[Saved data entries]
*-*-*

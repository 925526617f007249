"""The whole pattern's summaries from the tiles' parts.

* Euler characteristic: chi(rho) = n - E(rho) + T(rho), the tiles' counts
  of owned edges and triangles with normalised radius <= rho summed (every
  simplex has one owner).
* H0: Kruskal over the union of the tiles' spanning forests gives the
  minimum spanning tree's weights -- the H0 deaths -- as one process does
  (a spanning tree's weight multiset does not depend on how ties are
  broken); beta_0(rho) = n - #{deaths <= rho}.
* beta_1(rho) = beta_0(rho) - chi(rho) (Euler-Poincare in 2D).
* H1 pairs (when a statistic needs them): the elder-rule union-find on the
  dual graph swept in decreasing order (``persistence.pairing._dual_pairs``,
  as one process does) over the union of the tiles' dual spanning forests
  (``local._dual_forest``), in the total order (value, smaller global
  vertex, larger global vertex) that each tile used; a face is named by its
  sorted global vertices.  The H1 diagram of a filtration does not depend on
  how ties are broken, and one process's H1 rows are sorted by (birth,
  death) (``persistence.diagram.alpha_diagram``) as these are, so sums over
  them are bit for bit equal too.

:class:`TiledDiagram` answers the questions the statistics ask of a
diagram (Betti counts, total lifetimes, the pairs) with the same arithmetic,
in the same order, as :class:`~nullatlas.lookup.persistence.diagram.Diagram`,
so the values are bit for bit those of one process.
"""
from __future__ import annotations

import numpy as np

from ..errors import OptionError
from ..persistence.diagram import Diagram

__all__ = ["TiledDiagram", "TiledSummary", "merge_parts", "merge_h1", "TILED_STATISTICS",
           "H1_STATISTICS"]

#: Statistics computed exactly from tiles (2D).
TILED_STATISTICS = ("euler", "betti0", "betti1", "total0", "nnmean", "gfunc", "total1",
                    "maxpers1", "maxratio1", "apf0", "apf1", "pbetti0", "pbetti1", "silhouette1")
#: Those of them that need the H1 pairs (the dual merge).
H1_STATISTICS = ("total1", "maxpers1", "maxratio1", "apf1", "pbetti1", "silhouette1")


class TiledDiagram(Diagram):
    """What the statistics need of a 2D alpha diagram, from tiles.

    ``deaths`` are the H0 deaths (normalised radii, increasing); ``chi`` the
    Euler characteristic at each ``grid`` value.
    """

    def __init__(self, deaths: np.ndarray, chi: np.ndarray, grid: np.ndarray, n: int,
                 scale: float, h1: np.ndarray | None = None):
        h0 = np.zeros((len(deaths) + 1, 2))
        h0[:-1, 1] = deaths
        h0[-1, 1] = np.inf
        super().__init__(pairs=[h0] if h1 is None else [h0, h1], n=int(n), dim=2, scale=scale,
                         meta={"engine": "tiled"})
        self.deaths = deaths
        self.chi = chi
        self.grid = grid
        self.h1 = h1

    @property
    def homology_dims(self) -> range:
        return range(2)

    def _beta0(self, grid):
        d = np.append(self.deaths, np.inf)
        return np.where(np.asarray(grid) >= 0, self.n, 0) - np.searchsorted(d, grid, side="right")

    def betti_counts(self, q: int, grid: np.ndarray) -> np.ndarray:
        if q == 0:
            return self._beta0(grid)
        if q == 1 and np.array_equal(grid, self.grid):
            return self._beta0(grid) - self.chi
        raise OptionError(f"a tiled run has the Betti-{q} numbers only on the curves' grid")

    def total_lifetime(self, q: int) -> float:
        if q == 0:
            return float(np.sum(self.deaths - 0.0))
        return super().total_lifetime(self._need_h1(q))

    def finite(self, q: int) -> np.ndarray:
        if q == 0:
            return np.column_stack([np.zeros(len(self.deaths)), self.deaths])
        return super().finite(self._need_h1(q))

    def _need_h1(self, q: int) -> int:
        if q != 1 or self.h1 is None:
            raise OptionError("this tiled run did not form the H1 pairs")
        return q


class TiledSummary:
    """The ``PatternSummary`` interface the tiled statistics use."""

    def __init__(self, diagram: TiledDiagram, nn, bdist, window, scale: float):
        self.diagram = diagram
        self.nn = nn
        self.bdist = bdist
        self.window = window
        self.scale = scale
        self.n = diagram.n
        self.dim = 2
        self.periodic = False
        self.want_h1_pairs = False


def merge_h1(parts: list, scale: float) -> np.ndarray:
    """H1 pairs (normalised radii, rows sorted by birth then death) from the
    tiles' dual forests (module doc)."""
    from ..persistence.alpha2d import sort_rows
    from ..persistence.pairing import _dual_pairs

    def take(key):
        out = np.concatenate([p.pop(key) for p in parts]) if parts else np.empty(0)
        return out

    val, gmin, gmax = take("h1_val"), take("h1_gmin"), take("h1_gmax")
    apa, apb, va, vb = take("h1_apa"), take("h1_apb"), take("h1_va"), take("h1_vb")
    m = len(val)
    # each face by its sorted global vertices; the outer face is (-1, -1, -1)
    keys = np.empty((2 * m, 3), dtype=np.int64)
    for half, ap in ((slice(0, m), apa), (slice(m, 2 * m), apb)):
        k = np.column_stack([gmin, gmax, ap])
        k.sort(axis=1)
        k[ap < 0] = -1
        keys[half] = k
    order = np.lexsort((keys[:, 2], keys[:, 1], keys[:, 0]))
    ks = keys[order]
    new = np.ones(2 * m, dtype=bool)
    new[1:] = np.any(ks[1:] != ks[:-1], axis=1)
    node = np.empty(2 * m, dtype=np.int64)
    node[order] = np.cumsum(new) - 1
    node_val = np.empty(int(new.sum()))
    node_val[node] = np.concatenate([va, vb])
    del keys, ks, order, new
    none = np.empty(0, dtype=np.int32)
    b1, d1, _ = _dual_pairs(node_val, node[:m], node[m:], val,
                            np.lexsort((gmax, gmin, val)), none, none, np.zeros(m, bool))
    return sort_rows(np.column_stack([np.sqrt(b1) * scale, np.sqrt(d1) * scale]))


def merge_parts(parts: list, n: int, grid: np.ndarray, scale: float) -> tuple:
    """(H0 deaths as normalised radii, chi on ``grid``, nn, bdist) from the tiles."""
    from ..persistence.pairing import _kruskal, radix_argsort

    e = sum(p["e_counts"] for p in parts)
    t = sum(p["t_counts"] for p in parts)
    chi = n - e + t
    u = np.concatenate([p["cand_u"] for p in parts]).astype(np.int64)
    v = np.concatenate([p["cand_v"] for p in parts]).astype(np.int64)
    val = np.concatenate([p["cand_val"] for p in parts])
    for p in parts:                      # free the tiles' copies as we go
        p.pop("cand_u"), p.pop("cand_v"), p.pop("cand_val")
    d0, _ = _kruskal(int(n), u, v, val, radix_argsort(val))
    del u, v, val
    deaths = np.sqrt(d0) * scale
    nn = bdist = None
    if parts and "nn" in parts[0]:
        nn = np.empty(n)
        for p in parts:
            nn[p["own"]] = p["nn"]
    if parts and "bdist" in parts[0]:
        bdist = np.empty(n)
        for p in parts:
            bdist[p["own"]] = p["bdist"]
    return deaths, chi, nn, bdist
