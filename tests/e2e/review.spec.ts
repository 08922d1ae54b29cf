import { execFileSync } from 'node:child_process'
import { mkdtempSync, readFileSync, readdirSync } from 'node:fs'
import { tmpdir } from 'node:os'
import path from 'node:path'
import { fileURLToPath } from 'node:url'
import { expect, test, type Browser, type Page } from '@playwright/test'
import { DEMO_PASSWORD, MAIL_API, expectNoAxeViolations, signIn, snap } from './support'

/**
 * Schedule to sign-off, as the people do it: a designer imports the demo clinic's schedule,
 * batch-checks it with the progress bar and submits a sign; the reviewer pins a comment and
 * returns it; the designer fixes and resubmits; the reviewer signs off; the e-mails arrive in the
 * fake inbox; the PDF report is downloaded and read with poppler.
 */

const ROOT = path.resolve(path.dirname(fileURLToPath(import.meta.url)), '../..')
const SCHEDULE = path.join(ROOT, 'examples/harbor-point-schedule.csv')
const DESIGNER = 'designer@tidewater.example'
const REVIEWER = 'reviewer@tidewater.example'

// One long flow on 2 shared cores: import, batch check, two reviews, a proof, a PDF.
test.describe.configure({ timeout: 480_000 })

interface Mail {
  id: string
  subject: string
  text: string
  to: Array<{ address: string }>
}
/** Wait for a mail to `to` whose subject matches (polls the fake inbox; no fixed sleeps). */
async function waitForMailLike(to: string, subject: RegExp, timeoutMs = 15_000): Promise<Mail> {
  const deadline = Date.now() + timeoutMs
  for (;;) {
    const mails = (await (await fetch(MAIL_API)).json()) as Mail[]
    const hit = mails.find((m) => m.to.some((t) => t.address === to) && subject.test(m.subject))
    if (hit) return hit
    if (Date.now() > deadline) throw new Error(`no mail to ${to} matching ${subject} within ${timeoutMs} ms (have: ${mails.map((m) => m.subject).join(' | ')})`)
    await new Promise((r) => setTimeout(r, 250))
  }
}

const esc = (s: string) => s.replace(/[.*+?^${}()|[\]\\]/g, '\\$&')

async function check(page: Page, name: string) {
  await expectNoAxeViolations(page, name)
  await snap(page, name)
}

/** A second person in their own browser context. */
async function personPage(browser: Browser, email: string): Promise<Page> {
  const ctx = await browser.newContext()
  const page = await ctx.newPage()
  await signIn(page, email, DEMO_PASSWORD)
  return page
}
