"""Files a chemist takes away: extended XYZ structures with energies and 2S in the header."""

from __future__ import annotations

import re
from pathlib import Path

from ..chem.notation import formula_slug
from ..geometry.shape import geometry_indices


def structure_filename(atoms, suffix: str = "") -> str:
    """'NiCl4_2-_SP-4_trans.xyz' style names: formula, arrangement, isomer, then an optional suffix."""
    info = atoms.info
    parts = [formula_slug(info["formula"]), info["arrangement"], info.get("isomer", ""), suffix]
    return re.sub(r"[^A-Za-z0-9+\-_.,]", "", "_".join(p for p in parts if p)) + ".xyz"


def write_extxyz(atoms, path: Path) -> Path:
    """Write one structure as extended XYZ; ``atoms.info`` (plain scalars) goes into the comment line."""
    from ase.io import write

    path = Path(path)
    path.parent.mkdir(parents=True, exist_ok=True)
    clean = atoms.copy()
    # ASE writes an empty string as a bare `key=` and misreads the line after it: leave empty values out
    clean.info = {k: v for k, v in atoms.info.items() if isinstance(v, (str, int, float, bool)) and v != ""}
    write(path, clean, format="extxyz")
    return path


def write_ideal_structures(structures, out_dir) -> list[dict]:
    """Write each ideal structure and return one row per structure: file, arrangement, isomer, indices."""
    rows = []
    for atoms in structures:
        path = write_extxyz(atoms, Path(out_dir) / structure_filename(atoms))
        indices = geometry_indices(atoms, atoms.info["donor_indices"])
        rows.append({
            "arrangement": atoms.info["arrangement"], "isomer": atoms.info["isomer"],
            "ligand_order": atoms.info["ligand_order"], "file": str(path), "atoms": len(atoms),
            "tau4": indices["tau4"], "tau4_prime": indices["tau4_prime"],
            "nearest_shape": indices["nearest_shape"], "shape_measures": indices["shape_measures"],
        })
    return rows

*-*-*

◆ **EXERCISE REQUIREMENTS**
Could you give the number of lines in the entries that contain the string "astype"? Only the number, please.

◆ **WRITTEN RESPONSE**
2